Der Antrag der Klägerin vom 25.07.2014 ging - unter Berücksichtigung einer üblichen Postlaufzeit von einem Tag - am 26.07.2014 bei der Beklagten ein.

Die Frist für die Entscheidung der Beklagten begann somit am 27.07.2014 zu laufen und endete - da eine Beteiligung des MDK erfolgte - nach fünf Wochen am 30.08.2014.
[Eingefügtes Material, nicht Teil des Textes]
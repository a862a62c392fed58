package org.congener.streams.config;

import java.util.Map;

import org.apache.kafka.common.config.ConfigDef;

/**
 * Writes the configuration reference from {@link AppConfig#DEFINITION}: a Markdown table for
 * {@code docs/runtime.md} and a properties file with every setting, its documentation and its
 * default ({@code config/streams.properties}), so neither can drift from the declarations.
 */
public final class ConfigReference {

    public static final String BEGIN_MARKER = "<!-- config-reference:begin (generated from AppConfig; do not edit) -->";
    public static final String END_MARKER = "<!-- config-reference:end -->";

    private ConfigReference() {
    }

    public static String markdown() {
        StringBuilder out = new StringBuilder();
        out.append("| key | environment variable | type | default | allowed | description |\n");
        out.append("| --- | --- | --- | --- | --- | --- |\n");
        for (Map.Entry<String, ConfigDef.ConfigKey> entry : AppConfig.DEFINITION.configKeys().entrySet()) {
            ConfigDef.ConfigKey key = entry.getValue();
            String defaultValue = key.hasDefault() ? ConfigDef.convertToString(key.defaultValue, key.type) : "(required)";
            out.append("| `").append(key.name).append("` | `").append(ConfigLoader.envName(key.name)).append("` | ")
                    .append(key.type.toString().toLowerCase(java.util.Locale.ROOT)).append(" | ")
                    .append(defaultValue == null || defaultValue.isEmpty() ? "(empty)" : "`" + defaultValue + "`").append(" | ")
                    .append(key.validator == null ? "" : escape(key.validator.toString())).append(" | ")
                    .append(escape(key.documentation)).append(" |\n");
        }
        return out.toString();
    }

    /**
     * A properties file for {@code --config}: every setting commented out at its default, each with its
     * documentation, type and allowed values; uncomment a line to change it.
     */
    public static String propertiesFile() {
        StringBuilder out = new StringBuilder();
        out.append("# Settings of the Congener streams app (congener streams --config FILE).\n")
                .append("# Generated from AppConfig; every setting is listed at its default, commented out.\n")
                .append("# Later layers win: this file, then CONGENER_* environment variables, then flags.\n")
                .append("#\n")
                .append("# Suggestions come from usage patterns and ontology similarity, not from any safety\n")
                .append("# review; see README.md, \"Safety\".\n");
        for (ConfigDef.ConfigKey key : AppConfig.DEFINITION.configKeys().values()) {
            out.append('\n');
            for (String line : wrap(key.documentation, 96)) {
                out.append("# ").append(line).append('\n');
            }
            out.append("# type ").append(key.type.toString().toLowerCase(java.util.Locale.ROOT));
            if (key.validator != null && !key.validator.toString().isBlank()) {
                out.append(", allowed ").append(key.validator);
            }
            out.append("; environment ").append(ConfigLoader.envName(key.name)).append('\n');
            String value = key.hasDefault() ? ConfigDef.convertToString(key.defaultValue, key.type) : "";
            out.append('#').append(key.name).append('=').append(value == null ? "" : value).append('\n');
        }
        return out.toString();
    }

    private static java.util.List<String> wrap(String text, int width) {
        java.util.List<String> lines = new java.util.ArrayList<>();
        StringBuilder line = new StringBuilder();
        for (String word : text.split(" ")) {
            if (line.length() > 0 && line.length() + 1 + word.length() > width) {
                lines.add(line.toString());
                line.setLength(0);
            }
            if (line.length() > 0) {
                line.append(' ');
            }
            line.append(word);
        }
        if (line.length() > 0) {
            lines.add(line.toString());
        }
        return lines;
    }

    /** {@code document} with the text between the markers replaced by the current table. */
    public static String updated(String document) {
        int begin = document.indexOf(BEGIN_MARKER);
        int end = document.indexOf(END_MARKER);
        if (begin < 0 || end < begin) {
            throw new IllegalArgumentException("the document has no configuration reference markers");
        }
        return document.substring(0, begin + BEGIN_MARKER.length()) + "\n" + markdown()
                + document.substring(end);
    }

    private static String escape(String text) {
        return text.replace("|", "\\|");
    }
}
Eine Mitteilung an die Klägerin, dass die Frist nicht eingehalten werden kann, ist augenscheinlich nicht erfolgt. Zwar enthielt das Schreiben vom 30.04.2013 die Formulierung, dass es ohne die angeforderten Unterlagen nicht möglich sei, über den Antrag zu entscheiden. Dies sieht die Vorsitzende jedoch nicht als Mitteilung eines hinreichenden Grundes für die Nichteinhaltung der Entscheidungsfrist an, da zu diesem Zeitpunkt überhaupt nicht klar war, ob die Frist eingehalten werden konnte und die Klägerin die Unterlagen noch innerhalb der Entscheidungsfrist vorgelegt hatte.

Die Frist verlängert sich auch nicht durch die Anforderung der Unterlagen. Eine Regelung, die § 32 Abs. 1a S. 4 SGB V entspricht („Soweit zur Entscheidung ergänzende Informationen des Antragstellers erforderlich sind, ist der Lauf der Frist bis zum Eingang dieser Informationen unterbrochen.“) hat der Gesetzgeber in § 13 Abs. 3a SGB V nicht aufgenommen. Die Kammer folgert daraus, dass vorliegend aus Verzögerungen, die durch die Einholung ergänzender Informationen erwachsen, keine weiteren direkten Konsequenzen erwachsen sollten. Vielmehr hätte die Beklagte der Klägerin mitteilen müssen, dass aufgrund der nochmaligen Beteiligung des MDK eine Entscheidung nicht innerhalb der entsprechenden Frist erfolgen könne. Eine Information der Klägerin hierüber ist jedoch nicht erfolgt. Alleine die Tatsache, dass eine Beteiligung des MDK stattfindet, kann jedoch noch keinen hinreichenden Grund für die Nichteinhaltung der Frist darstellen.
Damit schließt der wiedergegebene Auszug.